*** Opening DATASET EXCERPTS ***

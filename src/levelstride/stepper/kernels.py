"""The compiled inner loops of a step; the only module that knows numba.

States are arrays of shape (nstate, nlane) with the lanes innermost: all lanes do the same
arithmetic, so the compiler turns the inner loops into vector instructions. A lane is one state, for
instance one column of the identity. A kernel writes into what it is handed and returns a status.

Coefficients are arrays of shape (n,), shared by all lanes, or (n, nlane), one a lane: ``lane_of``
picks the one or the other when the kernel is compiled.
"""

from __future__ import annotations

from collections.abc import Callable
from functools import partial
from pathlib import Path
from typing import Any, Final, NamedTuple

import numba
import numpy as np
from numba.extending import overload
from numpy.typing import NDArray

Vector = NDArray[Any]
Places = NDArray[np.int64]

DONE: Final = 0
WRONG_SHAPE: Final = -1

PIECE: Final = 1024
"""Numbers of a state added up at once, so that they stay in the innermost cache."""


def compiled(function: Callable[..., Any], *, inline: bool = False) -> Any:
    """Compile a kernel on first use: the one place for flags and caching.

    ``cache``: compiling takes seconds, and a command that answers in one must not pay them every
    time; where neither the package's folder nor the user's cache can be written, numba refuses to
    cache and the kernel is compiled in every process. ``fastmath`` stays off: reordered sums would
    make results depend on the number of lanes, and infinities must pass through so that an
    unstable step shows as such. ``error_model="numpy"``: no check of divisors inside the loops,
    the factorisation looks at its own pivots. ``nogil``: kernels see arrays only, so that other
    threads may work meanwhile. ``inline`` is for what is called once a layer:
    handing over sixteen arrays costs more than the work. The cache names the records of this
    module: after renaming one, old cache files in ``__pycache__`` must go.
    """
    flags: dict[str, Any] = {
        "error_model": "numpy",
        "fastmath": False,
        "forceinline": inline,
        "nogil": True,
    }
    try:
        return numba.njit(cache=True, **flags)(function)
    except RuntimeError:
        return numba.njit(cache=False, **flags)(function)


class Rows(NamedTuple):
    """A sparse matrix, row by row: ``start`` (nstate+1,), ``column`` and ``value`` (nentry,)."""

    start: Places
    column: Places
    value: Vector


class Schedule(NamedTuple):
    """A step: the weights of the kept tendencies in each stage, and what each stage must do.

    ``first`` (nstage+2,) bounds the entries of each stage, and of the result, in ``slot`` and
    ``weight``; ``used``, ``solver``, ``slow_slot``, ``fast_slot`` (nstage,) as in ``Plan``.
    """

    first: Places
    slot: Places
    weight: Vector
    used: Places
    solver: Places
    slow_slot: Places
    fast_slot: Places
    result_stage: int


class Origin(NamedTuple):
    """Where the unknowns of layer and interface 0 are, and the stride to the next."""

    nlev: int
    stride: int
    u: int
    pi: int
    w: int
    theta: int


class Traits(NamedTuple):
    """Which couplings the stage system has; loops over absent ones are left out."""

    wind_in_pressure: int
    neighbours_in_pressure: int
    pressure_in_wind: int
    buoyancy: int
    stratification: int
    lorenz: int


class Reduction(NamedTuple):
    """Stage system reduced to w, per distinct diagonal coefficient, all times h = a_ii dt.

    Layers (ndiagonal, nlev): pi' from u (``pi_u`` and neighbours), ``shrink`` = 1/(1 - h^2 H P),
    pi' from w with ``shrink`` included, u from pi', theta' from w. Interfaces (ndiagonal, nlev-1):
    w from pi' and theta', and the factors ``lower``, ``inverse``, ``upper`` of the tridiagonal
    system. ``below`` and ``above`` say on which side the neighbour lies.
    """

    pi_u: Vector
    pi_u_below: Vector
    pi_u_above: Vector
    shrink: Vector
    pi_w_below: Vector
    pi_w_above: Vector
    u_pi: Vector
    theta_w_below: Vector
    theta_w_above: Vector
    w_pi_below: Vector
    w_pi_above: Vector
    w_theta_below: Vector
    w_theta_above: Vector
    lower: Vector
    inverse: Vector
    upper: Vector


inlined = partial(compiled, inline=True)
"""Compile into the caller."""


def lane_of(coefficient: Any, lane: int) -> Any:
    """Return a shared coefficient as it is, a row of coefficients at the lane."""
    return coefficient[lane] if np.ndim(coefficient) else coefficient


@overload(lane_of)
def _lane_of(coefficient, lane):  # type: ignore[no-untyped-def]  # numba compares signatures
    if isinstance(coefficient, numba.types.Array):
        return lambda coefficient, lane: coefficient[lane]
    return lambda coefficient, lane: coefficient


@compiled
def multiply(rows: Rows, x: Vector, y: Vector, nlane: int) -> None:
    """Y = A x for the first ``nlane`` lanes; two entries of a row at a time."""
    for i in range(y.shape[0]):
        out = y[i]
        first, last = rows.start[i], rows.start[i + 1]
        odd = (last - first) % 2
        if odd:
            a, p = rows.value[first], x[rows.column[first]]
            for lane in range(nlane):
                out[lane] = lane_of(a, lane) * p[lane]
        else:
            for lane in range(nlane):
                out[lane] = 0.0
        for k in range(first + odd, last, 2):
            a, p = rows.value[k], x[rows.column[k]]
            b, q = rows.value[k + 1], x[rows.column[k + 1]]
            for lane in range(nlane):
                out[lane] += lane_of(a, lane) * p[lane] + lane_of(b, lane) * q[lane]


@compiled
def factor(sub: Vector, diagonal: Vector, sup: Vector, lower: Vector, inverse: Vector,
           upper: Vector) -> int:  # fmt: skip
    """Factor a tridiagonal matrix without interchanges.

    Parameters
    ----------
    sub, diagonal, sup : ndarray, shape (n,)
        Row-aligned; ``sub[0]`` and ``sup[n-1]`` are not read.
    lower, inverse, upper : ndarray, shape (n,)
        Written: multipliers and inverse pivots times ``sup``, both negative so that the solve only
        adds, and inverse pivots.

    Returns
    -------
    int
        0, or the number of the first row, counted from 1, whose pivot cancels to nothing.
    """
    status = DONE
    for i in range(diagonal.shape[0]):
        taken = 0.0 * diagonal[i]
        lower[i] = taken
        if i > 0:
            lower[i] = -sub[i] * inverse[i - 1]
            taken = -lower[i] * sup[i - 1]
        pivot = diagonal[i] - taken
        if status == DONE and not abs(pivot) > 1e-10 * (abs(diagonal[i]) + abs(taken)):
            status = i + 1
        inverse[i] = 1.0 / pivot
        upper[i] = -inverse[i] * sup[i]
    return status


@compiled
def solve(y: Vector, at: Origin, has: Traits, c: Reduction, d: int, nlane: int) -> None:
    """Solve the stage system for the d-th diagonal coefficient in place, from rhs to Y.

    Upward: pi' without its part from w, then the right-hand side of w, eliminating from below.
    Downward: w, then pi', u and theta' of the layer above it. Shapes: ``y`` (nstate, nlane).
    Couplings that the ground and the lid lack have coefficient zero.
    """
    for j in range(at.nlev):
        begin_layer(y, at, has, c, d, j, nlane)
        if j > 0:
            begin_interface(y, at, has, c, d, j - 1, nlane)
    for j in range(at.nlev - 1, -1, -1):
        if j > 0:
            m = j - 1
            w = y[at.w + m * at.stride]
            above = y[at.w + min(j, at.nlev - 2) * at.stride]
            inverse, upper = c.inverse[d][m], c.upper[d][m]
            for lane in range(nlane):
                w[lane] = lane_of(inverse, lane) * w[lane] + lane_of(upper, lane) * above[lane]
        finish_layer(y, at, has, c, d, j, nlane)


@inlined
def begin_layer(y: Vector, at: Origin, has: Traits, c: Reduction, d: int, j: int,
                nlane: int) -> None:  # fmt: skip
    """Put into pi' what it is without w."""
    pi, u = y[at.pi + j * at.stride], y[at.u + j * at.stride]
    if has.neighbours_in_pressure:
        below = y[at.u + max(j - 1, 0) * at.stride]
        above = y[at.u + min(j + 1, at.nlev - 1) * at.stride]
        a, b = c.pi_u_below[d][j], c.pi_u_above[d][j]
        for lane in range(nlane):
            pi[lane] += lane_of(a, lane) * below[lane] + lane_of(b, lane) * above[lane]
    if has.wind_in_pressure or has.pressure_in_wind:
        a, b = c.pi_u[d][j], c.shrink[d][j]
        for lane in range(nlane):
            pi[lane] = lane_of(b, lane) * (pi[lane] + lane_of(a, lane) * u[lane])


@inlined
def begin_interface(y: Vector, at: Origin, has: Traits, c: Reduction, d: int, m: int,
                    nlane: int) -> None:  # fmt: skip
    """Put into w the right-hand side of the tridiagonal system, and eliminate the w below."""
    w, below = y[at.w + m * at.stride], y[at.w + max(m - 1, 0) * at.stride]
    pi_low, pi_high = y[at.pi + m * at.stride], y[at.pi + (m + 1) * at.stride]
    if has.buoyancy:
        low = y[at.theta + m * at.stride]
        a = c.w_theta_below[d][m]
        for lane in range(nlane):
            w[lane] += lane_of(a, lane) * low[lane]
        if has.lorenz:
            high = y[at.theta + (m + 1) * at.stride]
            b = c.w_theta_above[d][m]
            for lane in range(nlane):
                w[lane] += lane_of(b, lane) * high[lane]
    p, q, r = c.w_pi_below[d][m], c.w_pi_above[d][m], c.lower[d][m]
    for lane in range(nlane):
        w[lane] += (
            lane_of(p, lane) * pi_low[lane]
            + lane_of(q, lane) * pi_high[lane]
            + lane_of(r, lane) * below[lane]
        )


@inlined
def finish_layer(y: Vector, at: Origin, has: Traits, c: Reduction, d: int, j: int,
                 nlane: int) -> None:  # fmt: skip
    """Give pi', u and theta' of a layer their part from the solved w."""
    pi, u = y[at.pi + j * at.stride], y[at.u + j * at.stride]
    below = y[at.w + max(j - 1, 0) * at.stride]
    above = y[at.w + min(j, at.nlev - 2) * at.stride]
    a, b, g = c.pi_w_below[d][j], c.pi_w_above[d][j], c.u_pi[d][j]
    for lane in range(nlane):
        pi[lane] += lane_of(a, lane) * below[lane] + lane_of(b, lane) * above[lane]
    if has.pressure_in_wind:
        for lane in range(nlane):
            u[lane] += lane_of(g, lane) * pi[lane]
    if has.stratification and (has.lorenz or j < at.nlev - 1):
        theta = y[at.theta + j * at.stride]
        a, b = c.theta_w_below[d][j], c.theta_w_above[d][j]
        for lane in range(nlane):
            theta[lane] += lane_of(a, lane) * below[lane] + lane_of(b, lane) * above[lane]


@compiled
def combine(q: Vector, kept: Vector, schedule: Schedule, stage: int, out: Vector) -> None:
    """Out = q + the weighted tendencies kept for one stage; all arrays flat, ``kept`` by slot.

    A piece of ``out`` stays in the cache while all tendencies are added to it, two at a time.
    """
    first, last = schedule.first[stage], schedule.first[stage + 1]
    odd = (last - first) % 2
    for begin in range(0, out.shape[0], PIECE):
        end = min(begin + PIECE, out.shape[0])
        target = out[begin:end]
        target[:] = q[begin:end]
        if odd:
            a, p = schedule.weight[first], kept[schedule.slot[first], begin:end]
            for i in range(target.shape[0]):
                target[i] += a * p[i]
        for k in range(first + odd, last, 2):
            a, p = schedule.weight[k], kept[schedule.slot[k], begin:end]
            b, r = schedule.weight[k + 1], kept[schedule.slot[k + 1], begin:end]
            for i in range(target.shape[0]):
                target[i] += a * p[i] + b * r[i]


@compiled
def advance(q: Vector, out: Vector, kept: Vector, work: Vector, schedule: Schedule, slow: Rows,
            fast: Rows, at: Origin, has: Traits, c: Reduction) -> int:  # fmt: skip
    """Take one step for all lanes, a block of lanes at a time.

    Parameters
    ----------
    q, out : ndarray, shape (nstate, nlane)
        State before and after the step.
    kept : ndarray, shape (nslot, nstate, nblock)
        Workspace for the tendencies.
    work : ndarray, shape (2, nstate, nblock)
        Workspace for the block's state before the step and for a stage.
    schedule : Schedule
    slow, fast : Rows
        The two parts of the operator.
    at, has, c : Origin, Traits, Reduction
        The stage systems; not read where no stage is solved.

    Returns
    -------
    int
        `DONE`, or `WRONG_SHAPE` if the workspaces do not fit.
    """
    nstate, nlane, nblock = q.shape[0], q.shape[1], work.shape[2]
    if work.shape[1] != nstate or kept.shape[1:] != work.shape[1:] or nblock < 1:
        return WRONG_SHAPE
    nstage = schedule.used.shape[0]
    start_of_step, y = work[0], work[1]
    flat_start, flat_y = start_of_step.reshape(-1), y.reshape(-1)
    flat_kept = kept.reshape(kept.shape[0], nstate * nblock)
    work[:] = 0.0
    for start in range(0, nlane, nblock):
        width = min(nblock, nlane - start)
        start_of_step[:, :width] = q[:, start : start + width]
        for i in range(nstage):
            if not schedule.used[i]:
                continue
            combine(flat_start, flat_kept, schedule, i, flat_y)
            keep = schedule.fast_slot[i]
            if schedule.solver[i] >= 0:
                if keep >= 0:
                    flat_kept[keep] = flat_y
                solve(y, at, has, c, schedule.solver[i], width)
                if keep >= 0:
                    for k in range(flat_y.shape[0]):
                        flat_kept[keep, k] = flat_y[k] - flat_kept[keep, k]
            elif keep >= 0:
                multiply(fast, y, kept[keep], width)
            if schedule.slow_slot[i] >= 0:
                multiply(slow, y, kept[schedule.slow_slot[i]], width)
        if schedule.result_stage < 0:
            combine(flat_start, flat_kept, schedule, nstage, flat_y)
        out[:, start : start + width] = y[:, :width]
    return DONE


def is_compiled() -> bool:
    """Whether the step is compiled, in this process or in a cache at least as new as this file."""
    if advance.signatures:
        return True
    folder = advance.stats.cache_path
    if folder is None:
        return False
    written = Path(__file__).stat().st_mtime
    return any(
        found.stat().st_mtime >= written
        for found in Path(folder).glob(f"{Path(__file__).stem}.advance-*.nbi")
    )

*** Closing DATASET EXCERPTS ***

Among the records above, a stretch begins at the line containing "start: Places" and ends at the line containing "weight: Vector". Restate that stretch word for word, and nothing else.

    start: Places
    column: Places
    value: Vector


class Schedule(NamedTuple):
    """A step: the weights of the kept tendencies in each stage, and what each stage must do.

    ``first`` (nstage+2,) bounds the entries of each stage, and of the result, in ``slot`` and
    ``weight``; ``used``, ``solver``, ``slow_slot``, ``fast_slot`` (nstage,) as in ``Plan``.
    """

    first: Places
    slot: Places
    weight: Vector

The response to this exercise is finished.